Updated by okurz over 4 years ago
michael-chang wrote:
[…] I am confused because it was
zypper in grub2-arm64-efi
in comment#6 to install grub. But in transactional serverzypper install
seems to have been replaced bytransactional-update pkg install ..
. Hence I need to double check.
Right. What I did was transactional-update shell
and then zypper
in there. This is basically the same as transactional-update pkg in …
for the basic cases.
I will install a transaction server and work on test script. Also that could provide a better common ground to diagnose the problem.
Sounds great!
I had the good opportunity to talk with rwill yesterday and he explained me how shim-install in the secureboot case is preventing the problem differently. We also checked some other cases. E.g. clean install cases like https://openqa.opensuse.org/tests/1200018 on leap 15.2 transactional server aarch64 look fine. logs like https://openqa.opensuse.org/tests/1200018/file/logs_from_installation_system-y2logs.tar.bz2 show in file YaST2/storage-inst/05-commited.yml that the btrfs subvol @/boot/grub2/arm64-efi is created. So the problem is the maintenance update that brings in a new version requiring a btrfs subvol which isn't present. I will also comment in the bug again in time.

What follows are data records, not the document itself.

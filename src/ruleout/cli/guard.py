"""One place where exceptions become plain lines and exit statuses."""

from __future__ import annotations

import sys
import traceback
from collections.abc import Iterator
from contextlib import contextmanager

import typer

from ruleout.cli import INTERRUPTED
from ruleout.errors import RuleoutError, lacks_room


@contextmanager
def guarded(kept: str = "Nothing was changed.") -> Iterator[None]:
    """Turn errors into messages on stderr and an exit status.

    Parameters
    ----------
    kept : str
        What an interrupted user still has, and how to go on.
    """
    try:
        yield
    except RuleoutError as error:
        typer.echo(f"ruleout: {error}", err=True)
        raise typer.Exit(error.exit_status) from error
    except KeyboardInterrupt as error:
        typer.echo(f"\nruleout: stopped. {kept}", err=True)
        raise typer.Exit(INTERRUPTED) from error
    except (typer.Exit, SystemExit, BrokenPipeError):
        # A reader such as `head` that has seen enough is left to click, which ends quietly.
        raise
    except Exception as error:
        if lacks_room(error):
            typer.echo(f"ruleout: no room left to write. {kept}", err=True)
            raise typer.Exit(1) from error
        traceback.print_exc(file=sys.stderr)
        typer.echo(
            "ruleout: this is a fault of the program, not of your files. Please report it with "
            "the lines above.",
            err=True,
        )
        raise typer.Exit(1) from error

Updated by michael-chang over 4 years ago
Thanks you for letting me know. Given that it was identified as a problem of missing subvolume, did you think the test script is still necessary? The attempt of that script is to know more about what was happening in case we go into wrong direction which seems we have better idea now. Thanks.
Updated by okurz over 4 years ago
- Subject changed from aarch64.o.o did not come up after nightly upgrade to aarch64.o.o did not come up after nightly upgrade due to grub2-arm64-efi upgrade (boo#1162320)
Updated by okurz over 4 years ago
- Related to action #65073: aarch64.o.o fails to delete snapshots in snapper-cleanup since 2020-03-20 repeatedly added
Updated by okurz over 4 years ago
- Status changed from Blocked to Resolved
By now the issue was "resolved" for the specific machine aarch64.o.o by reinstalling after we had a filesystem corruption.